— Source information —
= = = = = = =
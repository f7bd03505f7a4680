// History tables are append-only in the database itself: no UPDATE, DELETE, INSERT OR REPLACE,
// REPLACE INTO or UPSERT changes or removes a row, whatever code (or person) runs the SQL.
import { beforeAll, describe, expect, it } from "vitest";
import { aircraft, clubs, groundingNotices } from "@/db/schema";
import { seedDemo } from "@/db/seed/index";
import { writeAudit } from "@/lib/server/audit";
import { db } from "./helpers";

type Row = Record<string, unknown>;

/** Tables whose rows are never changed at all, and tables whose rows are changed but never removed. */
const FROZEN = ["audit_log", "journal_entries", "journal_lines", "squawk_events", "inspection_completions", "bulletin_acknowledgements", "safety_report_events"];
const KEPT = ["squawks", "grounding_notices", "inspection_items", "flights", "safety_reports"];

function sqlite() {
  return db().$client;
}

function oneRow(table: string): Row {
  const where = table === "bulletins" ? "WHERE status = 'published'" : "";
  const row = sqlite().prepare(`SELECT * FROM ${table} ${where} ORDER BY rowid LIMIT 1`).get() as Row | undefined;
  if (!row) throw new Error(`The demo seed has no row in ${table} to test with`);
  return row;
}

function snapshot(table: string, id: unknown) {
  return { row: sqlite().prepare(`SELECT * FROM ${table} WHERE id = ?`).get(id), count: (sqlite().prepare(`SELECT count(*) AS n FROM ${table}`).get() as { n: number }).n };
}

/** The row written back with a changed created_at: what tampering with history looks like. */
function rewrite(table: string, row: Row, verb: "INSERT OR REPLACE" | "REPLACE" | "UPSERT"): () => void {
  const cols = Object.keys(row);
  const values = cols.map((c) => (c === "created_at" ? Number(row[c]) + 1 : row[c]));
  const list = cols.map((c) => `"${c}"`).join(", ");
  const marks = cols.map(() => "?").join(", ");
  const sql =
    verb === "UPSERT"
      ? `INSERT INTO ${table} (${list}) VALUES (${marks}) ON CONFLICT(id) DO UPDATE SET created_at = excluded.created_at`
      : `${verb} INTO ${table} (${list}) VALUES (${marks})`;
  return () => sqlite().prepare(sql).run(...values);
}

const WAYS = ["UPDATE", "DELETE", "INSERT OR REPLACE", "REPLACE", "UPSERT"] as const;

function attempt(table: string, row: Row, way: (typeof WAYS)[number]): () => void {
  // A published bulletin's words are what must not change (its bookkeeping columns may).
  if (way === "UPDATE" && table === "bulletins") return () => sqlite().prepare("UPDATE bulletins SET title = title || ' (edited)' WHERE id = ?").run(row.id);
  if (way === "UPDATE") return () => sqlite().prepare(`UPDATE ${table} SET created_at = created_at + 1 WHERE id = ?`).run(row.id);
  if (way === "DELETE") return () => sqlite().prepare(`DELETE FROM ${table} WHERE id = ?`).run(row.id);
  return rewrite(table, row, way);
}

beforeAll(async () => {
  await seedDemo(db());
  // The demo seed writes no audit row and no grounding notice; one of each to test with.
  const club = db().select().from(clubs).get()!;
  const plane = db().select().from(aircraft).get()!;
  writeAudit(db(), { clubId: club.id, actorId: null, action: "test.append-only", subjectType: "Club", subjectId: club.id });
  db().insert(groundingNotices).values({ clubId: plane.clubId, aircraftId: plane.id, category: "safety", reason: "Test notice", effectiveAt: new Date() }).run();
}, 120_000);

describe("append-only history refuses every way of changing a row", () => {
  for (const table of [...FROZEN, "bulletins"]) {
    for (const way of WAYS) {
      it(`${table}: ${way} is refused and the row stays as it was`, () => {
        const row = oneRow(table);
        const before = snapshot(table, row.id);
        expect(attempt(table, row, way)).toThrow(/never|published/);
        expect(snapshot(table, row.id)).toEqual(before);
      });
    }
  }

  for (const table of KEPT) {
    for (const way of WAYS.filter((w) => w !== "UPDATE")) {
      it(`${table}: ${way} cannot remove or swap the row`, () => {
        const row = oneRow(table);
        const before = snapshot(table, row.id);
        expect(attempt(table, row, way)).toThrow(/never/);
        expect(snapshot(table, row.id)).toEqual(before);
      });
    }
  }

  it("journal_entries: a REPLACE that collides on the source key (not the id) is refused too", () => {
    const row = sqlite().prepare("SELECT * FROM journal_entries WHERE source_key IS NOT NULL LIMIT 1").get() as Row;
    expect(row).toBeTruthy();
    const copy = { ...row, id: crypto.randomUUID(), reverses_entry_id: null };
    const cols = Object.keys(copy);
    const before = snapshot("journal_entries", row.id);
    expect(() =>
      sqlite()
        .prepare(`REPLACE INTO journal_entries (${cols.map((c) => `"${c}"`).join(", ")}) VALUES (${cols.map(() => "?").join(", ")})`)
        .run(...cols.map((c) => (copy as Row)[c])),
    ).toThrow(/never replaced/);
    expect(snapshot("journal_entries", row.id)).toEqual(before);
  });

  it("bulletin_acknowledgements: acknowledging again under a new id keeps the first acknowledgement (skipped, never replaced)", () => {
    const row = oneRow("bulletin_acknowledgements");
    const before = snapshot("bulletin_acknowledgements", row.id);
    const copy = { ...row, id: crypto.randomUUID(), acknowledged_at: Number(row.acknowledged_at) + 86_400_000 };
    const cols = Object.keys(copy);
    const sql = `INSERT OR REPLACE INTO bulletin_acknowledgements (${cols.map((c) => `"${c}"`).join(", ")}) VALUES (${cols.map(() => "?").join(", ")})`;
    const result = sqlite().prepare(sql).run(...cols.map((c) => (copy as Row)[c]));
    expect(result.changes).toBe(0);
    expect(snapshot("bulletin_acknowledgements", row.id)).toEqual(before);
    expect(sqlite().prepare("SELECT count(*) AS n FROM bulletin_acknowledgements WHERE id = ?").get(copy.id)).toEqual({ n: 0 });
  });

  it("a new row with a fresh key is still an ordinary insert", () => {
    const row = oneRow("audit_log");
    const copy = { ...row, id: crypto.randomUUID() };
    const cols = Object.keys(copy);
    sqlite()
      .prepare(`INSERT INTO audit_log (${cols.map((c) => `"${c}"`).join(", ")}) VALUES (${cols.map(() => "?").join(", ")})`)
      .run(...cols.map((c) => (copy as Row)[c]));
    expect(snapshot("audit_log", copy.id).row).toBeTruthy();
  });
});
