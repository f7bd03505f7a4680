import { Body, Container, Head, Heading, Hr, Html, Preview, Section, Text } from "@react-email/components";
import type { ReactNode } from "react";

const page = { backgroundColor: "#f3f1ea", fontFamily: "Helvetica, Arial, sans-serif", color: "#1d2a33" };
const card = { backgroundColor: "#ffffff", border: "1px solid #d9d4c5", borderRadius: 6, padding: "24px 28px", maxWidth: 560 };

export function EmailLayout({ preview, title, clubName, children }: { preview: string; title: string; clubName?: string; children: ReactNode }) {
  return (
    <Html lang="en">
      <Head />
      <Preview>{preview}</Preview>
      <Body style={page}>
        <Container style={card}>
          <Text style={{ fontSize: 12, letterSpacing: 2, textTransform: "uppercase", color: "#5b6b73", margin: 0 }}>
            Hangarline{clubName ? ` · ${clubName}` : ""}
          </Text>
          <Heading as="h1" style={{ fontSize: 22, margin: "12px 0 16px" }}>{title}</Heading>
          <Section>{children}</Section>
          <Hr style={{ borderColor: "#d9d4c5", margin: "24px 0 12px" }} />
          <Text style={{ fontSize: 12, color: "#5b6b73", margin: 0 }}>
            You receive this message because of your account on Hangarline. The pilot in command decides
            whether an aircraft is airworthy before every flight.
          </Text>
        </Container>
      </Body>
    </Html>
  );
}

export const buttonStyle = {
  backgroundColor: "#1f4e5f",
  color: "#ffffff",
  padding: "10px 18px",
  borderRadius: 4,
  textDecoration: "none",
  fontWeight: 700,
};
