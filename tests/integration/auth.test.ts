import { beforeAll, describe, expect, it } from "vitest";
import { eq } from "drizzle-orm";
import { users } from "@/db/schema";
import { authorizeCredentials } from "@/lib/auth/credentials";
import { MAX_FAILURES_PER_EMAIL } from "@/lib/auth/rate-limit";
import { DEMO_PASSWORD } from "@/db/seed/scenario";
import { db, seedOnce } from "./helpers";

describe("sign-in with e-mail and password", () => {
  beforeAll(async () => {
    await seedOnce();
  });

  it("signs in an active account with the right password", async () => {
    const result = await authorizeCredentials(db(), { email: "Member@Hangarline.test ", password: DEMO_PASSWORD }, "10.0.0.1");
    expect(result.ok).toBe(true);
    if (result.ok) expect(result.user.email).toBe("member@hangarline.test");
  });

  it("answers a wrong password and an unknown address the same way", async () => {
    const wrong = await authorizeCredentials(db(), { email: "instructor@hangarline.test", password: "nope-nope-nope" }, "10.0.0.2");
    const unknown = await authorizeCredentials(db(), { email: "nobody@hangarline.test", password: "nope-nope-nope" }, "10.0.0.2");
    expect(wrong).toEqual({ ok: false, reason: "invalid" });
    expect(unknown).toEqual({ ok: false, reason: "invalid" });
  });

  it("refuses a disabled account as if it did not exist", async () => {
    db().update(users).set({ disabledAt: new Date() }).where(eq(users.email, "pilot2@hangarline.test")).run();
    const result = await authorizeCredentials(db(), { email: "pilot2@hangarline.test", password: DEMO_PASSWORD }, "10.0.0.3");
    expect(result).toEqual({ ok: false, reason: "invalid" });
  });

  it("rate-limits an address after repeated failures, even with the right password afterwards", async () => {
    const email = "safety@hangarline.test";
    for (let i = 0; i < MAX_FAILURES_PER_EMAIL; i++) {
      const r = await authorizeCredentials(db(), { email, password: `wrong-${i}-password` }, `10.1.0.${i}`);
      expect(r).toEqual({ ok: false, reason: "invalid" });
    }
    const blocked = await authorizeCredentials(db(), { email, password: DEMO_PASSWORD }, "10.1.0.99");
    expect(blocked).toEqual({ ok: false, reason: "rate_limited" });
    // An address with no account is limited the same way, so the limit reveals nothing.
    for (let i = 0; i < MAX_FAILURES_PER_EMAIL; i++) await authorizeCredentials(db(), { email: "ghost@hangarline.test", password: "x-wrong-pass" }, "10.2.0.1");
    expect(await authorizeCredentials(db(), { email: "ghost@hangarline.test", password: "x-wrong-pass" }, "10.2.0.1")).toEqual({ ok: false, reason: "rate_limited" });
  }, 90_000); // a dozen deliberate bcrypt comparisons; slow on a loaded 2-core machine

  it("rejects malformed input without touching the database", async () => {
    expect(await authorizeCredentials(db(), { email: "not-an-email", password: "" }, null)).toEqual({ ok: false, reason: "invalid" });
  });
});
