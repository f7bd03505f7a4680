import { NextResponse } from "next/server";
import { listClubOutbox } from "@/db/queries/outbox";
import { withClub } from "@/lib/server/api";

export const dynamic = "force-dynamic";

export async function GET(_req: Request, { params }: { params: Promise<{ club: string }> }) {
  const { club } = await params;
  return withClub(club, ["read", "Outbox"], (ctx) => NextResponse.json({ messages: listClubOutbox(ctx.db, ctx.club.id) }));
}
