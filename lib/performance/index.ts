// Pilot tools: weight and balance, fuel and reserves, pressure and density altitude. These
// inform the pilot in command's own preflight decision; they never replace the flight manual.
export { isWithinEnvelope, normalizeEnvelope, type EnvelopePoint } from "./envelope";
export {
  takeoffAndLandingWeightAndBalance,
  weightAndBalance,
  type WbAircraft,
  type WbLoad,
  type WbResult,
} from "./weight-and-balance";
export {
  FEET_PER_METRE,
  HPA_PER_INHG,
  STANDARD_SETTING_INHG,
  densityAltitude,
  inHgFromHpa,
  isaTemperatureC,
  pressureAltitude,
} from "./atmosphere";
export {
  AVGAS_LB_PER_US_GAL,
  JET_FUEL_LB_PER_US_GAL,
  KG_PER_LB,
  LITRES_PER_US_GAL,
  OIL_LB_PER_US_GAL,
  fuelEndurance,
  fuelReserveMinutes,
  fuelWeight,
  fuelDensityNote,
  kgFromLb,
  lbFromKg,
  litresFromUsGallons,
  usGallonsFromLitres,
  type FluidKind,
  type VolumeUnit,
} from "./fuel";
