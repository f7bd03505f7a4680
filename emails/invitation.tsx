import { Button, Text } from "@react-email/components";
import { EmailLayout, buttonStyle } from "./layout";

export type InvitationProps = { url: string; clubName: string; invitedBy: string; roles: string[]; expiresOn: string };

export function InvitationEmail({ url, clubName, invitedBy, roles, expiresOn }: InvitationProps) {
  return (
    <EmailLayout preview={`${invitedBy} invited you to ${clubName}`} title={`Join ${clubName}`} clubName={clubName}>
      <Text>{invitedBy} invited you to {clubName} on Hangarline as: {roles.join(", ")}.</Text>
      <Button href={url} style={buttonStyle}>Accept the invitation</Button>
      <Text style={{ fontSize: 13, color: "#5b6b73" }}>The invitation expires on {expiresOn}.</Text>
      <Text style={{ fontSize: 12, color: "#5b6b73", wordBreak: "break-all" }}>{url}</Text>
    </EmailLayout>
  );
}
= = = = = = =
— Task —
Please copy out each line of the listing above that contains the string "seedDemo".

— Solution for this exercise —
import { seedDemo } from "@/db/seed/index";
  await seedDemo(db());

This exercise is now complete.